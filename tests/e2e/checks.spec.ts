import { expect, test, type Page } from '@playwright/test';
import { openSection } from './support/navigation.ts';
import { DEMO, signIn } from './support/session.ts';

const SCREENS = 'test-results/screens';

/** One finding of the checks page, found by words of its message. */
const findingWith = (page: Page, text: string) =>
  page.getByRole('list', { name: 'Findings' }).getByRole('listitem').filter({ hasText: text });

test('the builder sees the draft’s planted problems, fixes the cooling fan wire and the finding goes', async ({
  page,
}) => {
  await signIn(page, DEMO.builder);
  await openSection(page, 'Ashby yard truck', 'Checks');
  await expect(page.getByRole('heading', { name: 'Circuit checks' })).toBeVisible();
  await expect(
    page.getByText('Local codes and licensed practice prevail over these checks'),
  ).toBeVisible();
  await expect(page.getByText(/Test before first power-up/)).toBeVisible();

  // The cooling fan: a 30 A fuse over 1 mm² in the engine bay, rated 17 A (18 AWG row × 0.85).
  const fan = findingWith(page, 'The 30 A fuse of "Cooling fan"');
  await expect(fan).toHaveCount(1);
  await expect(fan).toContainText('Error');
  await expect(fan).toContainText('Fuse does not protect the wire');
  await expect(fan).toContainText('1 mm² wire can carry in the engine bay (17 A)');
  await expect(fan).toContainText('Use at least 4 mm² wire');
  await expect(fan).toContainText(
    'Source: Allowable amperage of conductors · Fuse protects the wire',
  );

  // The fuel pump: 14 A over 4 m of 0.75 mm², chassis return, against the 3 % critical limit.
  // The wire runs at 74 °C (¶11-66) and drops 1.56 V; its fuse, relay contacts, terminals and the
  // chassis return add 0.19 V: 1.75 V from source to load.
  const pump = findingWith(page, '"Fuel pump" loses');
  await expect(pump).toContainText('Error');
  await expect(pump).toContainText('Voltage drop too high');
  await expect(pump).toContainText('1.75 V (14.6 % of 12 V) from its source to its loads at 14 A');
  await expect(pump).toContainText('1.56 V of it in 4 m of 0.75 mm²');
  await expect(pump).toContainText('the limit for a critical circuit is 3 %');
  await expect(pump).toContainText('Voltage-drop limits');

  // The extra chassis ground on sensor ground E1-19: a warning, linked to its pin.
  const ground = findingWith(page, 'Sensor ground E1-19');
  await expect(ground).toContainText('Warning');
  await expect(ground).toContainText('Extra ground on a sensor ground');
  await expect(ground).toContainText('Source: Common practice');
  await expect(ground.getByRole('link', { name: 'Pin E1-19' })).toHaveAttribute(
    'href',
    /\/pins\?pin=\d+$/,
  );

  // The two undecided pins, each linked.
  const undecided = findingWith(page, '2 pins undecided');
  await expect(undecided).toContainText('Error');
  await expect(undecided).toContainText('E3-13, E3-14');
  await expect(undecided.getByRole('link', { name: 'Pin E3-13' })).toBeVisible();
  await expect(undecided.getByRole('link', { name: 'Pin E3-14' })).toBeVisible();

  // Open the fan's finding: the working, the numbers and the sources.
  await fan.getByRole('button', { name: /Show working/ }).click();
  const working = fan.getByRole('region', { name: 'Working: Fuse does not protect the wire' });
  await expect(working).toContainText('In the engine bay × 0.85 (Table 5 note 1) → 17 A');
  await expect(working).toContainText('30 A > 17 A: the fuse does not protect the wire.');
  const numbers = working.getByRole('table', { name: 'The numbers' });
  await expect(numbers.getByRole('row', { name: 'Fuse 30 A' })).toBeVisible();
  await expect(numbers.getByRole('row', { name: 'Wire ampacity, derated 17 A' })).toBeVisible();
  await expect(numbers.getByRole('row', { name: 'Table 5 row 18 AWG' })).toBeVisible();
  await expect(working).toContainText('NEC 240.4');
  await expect(working).toContainText('33 CFR 183.425 Table 5');
  await page.screenshot({ path: `${SCREENS}/checks.png`, fullPage: true });

  // From the finding to the feed, opened for editing, with live results beside it.
  await fan.getByRole('link', { name: 'Feed “Cooling fan”' }).click();
  await expect(page).toHaveURL(/\/feeds\?feed=\d+$/);
  await expect(page.getByRole('heading', { name: 'Edit feed “Cooling fan”' })).toBeVisible();
  const live = page.getByRole('complementary', { name: 'Live results' });
  await expect(live).toContainText('30 A (green) > 17 A');
  await expect(live).toContainText('Allowable amperage of conductors');

  await page.getByLabel('Size (mm²)').fill('4');
  // 4 mm² is rated as 12 AWG: 45 A × 0.85 = 38.25 A in the engine bay.
  await expect(live).toContainText('30 A (green) ≤ 38.3 A');
  await expect(live).toContainText('within the 10 % limit');
  await page.screenshot({ path: `${SCREENS}/feed-form.png`, fullPage: true });

  await page.getByRole('button', { name: 'Save feed' }).click();
  await expect(page.getByText('Saved the feed “Cooling fan”')).toBeVisible();
  const row = page.getByRole('row').filter({ hasText: 'Cooling fan' });
  await expect(row).toContainText('4 mm²');
  await expect(row).toContainText('30 A (green)');
  // The save ran the checks again: nothing left on the fan.
  await expect(row).toContainText('No findings');
  await expect(page.getByRole('row').filter({ hasText: 'Fuel pump' })).toContainText(
    'Voltage drop too high',
  );
  await page.screenshot({ path: `${SCREENS}/feeds.png`, fullPage: true });

  // Re-run the checks: the fan's finding is gone, the others remain.
  await page
    .getByRole('navigation', { name: 'Conversion sections' })
    .getByRole('link', { name: 'Checks' })
    .click();
  await page.getByRole('button', { name: 'Run checks' }).click();
  await expect(page.getByRole('status').filter({ hasText: /^Checked / })).toBeVisible();
  await expect(findingWith(page, '"Fuel pump" loses')).toHaveCount(1);
  await expect(findingWith(page, '2 pins undecided')).toHaveCount(1);
  await expect(findingWith(page, 'Cooling fan')).toHaveCount(0);

  // Put the demo back as it was for the specs that follow.
  const conversionId = Number(/conversions\/(\d+)/.exec(page.url())![1]);
  const feeds = (await (await page.request.get(`/api/conversions/${conversionId}/feeds`)).json())
    .feeds as Array<{ id: number; name: string; version: number; wire: Record<string, unknown> }>;
  const saved = feeds.find((f) => f.name === 'Cooling fan')!;
  const restore = await page.request.patch(`/api/conversions/${conversionId}/feeds/${saved.id}`, {
    data: { version: saved.version, wire: { ...saved.wire, sizeMm2: 1 } },
  });
  expect(restore.status()).toBe(200);
});

test('a technician sees the feeds read-only', async ({ page }) => {
  await signIn(page, DEMO.technician);
  await openSection(page, 'Ashby yard truck', 'Feeds');
  const table = page.getByRole('table', { name: 'Feeds of this conversion' });
  await expect(table.getByRole('link', { name: 'Cooling fan', exact: true })).toBeVisible();
  await expect(page.getByRole('button', { name: 'Add a feed' })).toHaveCount(0);
  await expect(table.getByRole('link', { name: /^Edit/ })).toHaveCount(0);

  await table.getByRole('link', { name: 'Fuel pump', exact: true }).click();
  await expect(page.getByRole('heading', { name: 'Feed “Fuel pump”' })).toBeVisible();
  await expect(page.getByText('Read only: your role cannot change feeds.')).toBeVisible();
  await expect(page.getByLabel('Name')).toBeDisabled();
  await expect(page.getByRole('button', { name: 'Save feed' })).toHaveCount(0);
  await expect(page.getByRole('button', { name: /Delete/ })).toHaveCount(0);
  // The live results still show what the checks will say.
  await expect(page.getByRole('complementary', { name: 'Live results' })).toContainText(
    'over the 3 % limit',
  );
});

test('the calculator answers a what-if, in either unit, and marks a bad size', async ({ page }) => {
  await signIn(page, DEMO.technician);
  await page.getByRole('link', { name: 'Calculator' }).click();
  await expect(page.getByRole('heading', { name: 'Circuit calculator' })).toBeVisible();

  // The demo fuel pump's run: 14 A, 4 m of 0.75 mm², chassis return, a measured conductor at
  // 30 °C (left empty, the calculator estimates it from the load as the checks do).
  await page.getByLabel('Current (A)').fill('14');
  await page.getByLabel('One-way length (m)').fill('4');
  await page.getByLabel('Wire size (mm²)').fill('0.75');
  await page.getByLabel('Return path').selectOption('chassis');
  await page.getByLabel('Conductor temperature (°C)').fill('30');
  await page.getByLabel('Fuse (A)').fill('20');
  await page.getByLabel('Drop limit (%)').fill('3');
  const result = page.getByRole('region', { name: 'Result' });
  // [C] 0.017241 × 4 / 0.75 × 1.0393 = 0.0956 Ω × 14 A = 1.338 V, 11.15 % of 12 V.
  await expect(result).toContainText('1.338 V · 11.15 %');
  await expect(result).toContainText('over the 3 % limit');
  await expect(result).toContainText(/3 mm²\s*·\s*12 AWG/);
  await expect(result).toContainText('20 A (yellow) > 18.2 A');
  await expect(result).toContainText('Voltage-drop limits');

  // A size that is not in the ISO 6722 series is marked beside the field.
  await page.getByLabel('Wire size (mm²)').fill('1.1');
  await expect(page.getByText(/must be an ISO 6722 size/)).toBeVisible();
  await expect(result).toContainText('Correct the marked inputs');

  // The same run in 12 AWG.
  await page.getByRole('radio', { name: 'AWG' }).check();
  await page.getByLabel('Wire size (AWG)').fill('12');
  await expect(result).toContainText('12 AWG');
  await expect(result).toContainText('within the 3 % limit');
  await page.screenshot({ path: `${SCREENS}/calculator.png`, fullPage: true });
});

test('a finding’s pin link opens the pin map on that pin', async ({ page }) => {
  await signIn(page, DEMO.builder);
  await page.getByRole('link', { name: 'Ashby yard truck' }).click();
  await page.getByRole('link', { name: 'Checks', exact: true }).click();
  await page.getByRole('link', { name: 'Pin E3-13' }).click();
  await expect(page).toHaveURL(/\/pins\?pin=\d+/);
  const grid = page.getByRole('grid');
  await expect(grid).toBeFocused();
  // The grid's active cell is in the row of E3-13.
  const active = await grid.getAttribute('aria-activedescendant');
  expect(active).toBeTruthy();
  await expect(page.locator(`[role="row"][data-pin="E3-13"] [id="${active}"]`)).toHaveCount(1);
});
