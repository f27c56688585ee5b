import { z } from 'zod';
import { ROLES } from '../auth/roles.ts';

export const RoleSchema = z.enum(ROLES);

export const EmailSchema = z
  .string()
  .trim()
  .toLowerCase()
  .max(254)
  // One address, no display name, no CR/LF/comma: the same value later goes into mail headers.
  .email('must be an e-mail address')
  .refine((v) => !/[\r\n,;]/.test(v), 'must be a single address');

export const LoginRequest = z.strictObject({
  email: z.string().trim().toLowerCase().min(1, 'is required').max(254),
  // Length is checked by the password policy on set; on login any string is compared.
  password: z.string().min(1, 'is required').max(1024),
});
export type LoginRequest = z.infer<typeof LoginRequest>;

export const SessionUser = z.object({
  id: z.number(),
  email: z.string(),
  name: z.string(),
  role: RoleSchema,
  workshopId: z.number(),
  workshopName: z.string(),
});
export type SessionUser = z.infer<typeof SessionUser>;

export const LoginResponse = z.object({ token: z.string(), user: SessionUser });
export type LoginResponse = z.infer<typeof LoginResponse>;

export const ChangePasswordRequest = z.strictObject({
  currentPassword: z.string().min(1, 'is required').max(1024),
  newPassword: z.string().min(1, 'is required').max(1024),
});
export type ChangePasswordRequest = z.infer<typeof ChangePasswordRequest>;

export const SetPasswordRequest = z.strictObject({
  token: z.string().min(20).max(200),
  password: z.string().min(1, 'is required').max(1024),
});
export type SetPasswordRequest = z.infer<typeof SetPasswordRequest>;
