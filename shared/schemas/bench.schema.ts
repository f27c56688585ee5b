import { z } from 'zod';
import { IdParam, optionalText } from './common.schema.ts';
import type { SnapshotPin } from './snapshot.schema.ts';

export const BenchPinParams = z.strictObject({ id: IdParam, number: IdParam, pinId: IdParam });
export type BenchPinParams = z.output<typeof BenchPinParams>;

export const BenchRecordRequest = z.strictObject({
  done: z.boolean(),
  tested: z.boolean(),
  /** Continuity reading across the finished circuit, ohms; null when not measured. */
  resistanceOhm: z.number().min(0).max(1_000_000).nullable(),
  note: optionalText(500),
  /** The record's version as read; null when the pin has no record yet. */
  version: z.number().int().min(0).nullable(),
});
export type BenchRecordRequest = z.infer<typeof BenchRecordRequest>;

export interface BenchRecord {
  pinId: number;
  done: boolean;
  tested: boolean;
  resistanceOhm: number | null;
  note: string;
  recordedBy: string;
  recordedAt: string;
  version: number;
}

export interface BenchItem {
  pin: SnapshotPin;
  name: string;
  destinationLabel: string;
  /** Resistance of the wire alone from its size and run length (IACS copper, 20 °C), if both are known. */
  expectedOhm: number | null;
  record: BenchRecord | null;
}

export interface BenchSheet {
  revision: { number: number; hash: string; signedAt: string; reviewedBy: string } | null;
  items: BenchItem[];
  progress: { total: number; done: number; tested: number };
}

• [WHAT YOU ARE ASKED TO DO]: Transcribe only, please, the lines from the first line of the records through the line with "await expect(fan).toHaveCount(1);". Both of those lines are included.

• [RESULT FOR THIS EXERCISE]:
filename tests/e2e/checks.spec.ts
import { expect, test, type Page } from '@playwright/test';
import { openSection } from './support/navigation.ts';
import { DEMO, signIn } from './support/session.ts';

const SCREENS = 'test-results/screens';

/** One finding of the checks page, found by words of its message. */
const findingWith = (page: Page, text: string) =>
  page.getByRole('list', { name: 'Findings' }).getByRole('listitem').filter({ hasText: text });

test('the builder sees the draft’s planted problems, fixes the cooling fan wire and the finding goes', async ({
  page,
}) => {
  await signIn(page, DEMO.builder);
  await openSection(page, 'Ashby yard truck', 'Checks');
  await expect(page.getByRole('heading', { name: 'Circuit checks' })).toBeVisible();
  await expect(
    page.getByText('Local codes and licensed practice prevail over these checks'),
  ).toBeVisible();
  await expect(page.getByText(/Test before first power-up/)).toBeVisible();

  // The cooling fan: a 30 A fuse over 1 mm² in the engine bay, rated 17 A (18 AWG row × 0.85).
  const fan = findingWith(page, 'The 30 A fuse of "Cooling fan"');
  await expect(fan).toHaveCount(1);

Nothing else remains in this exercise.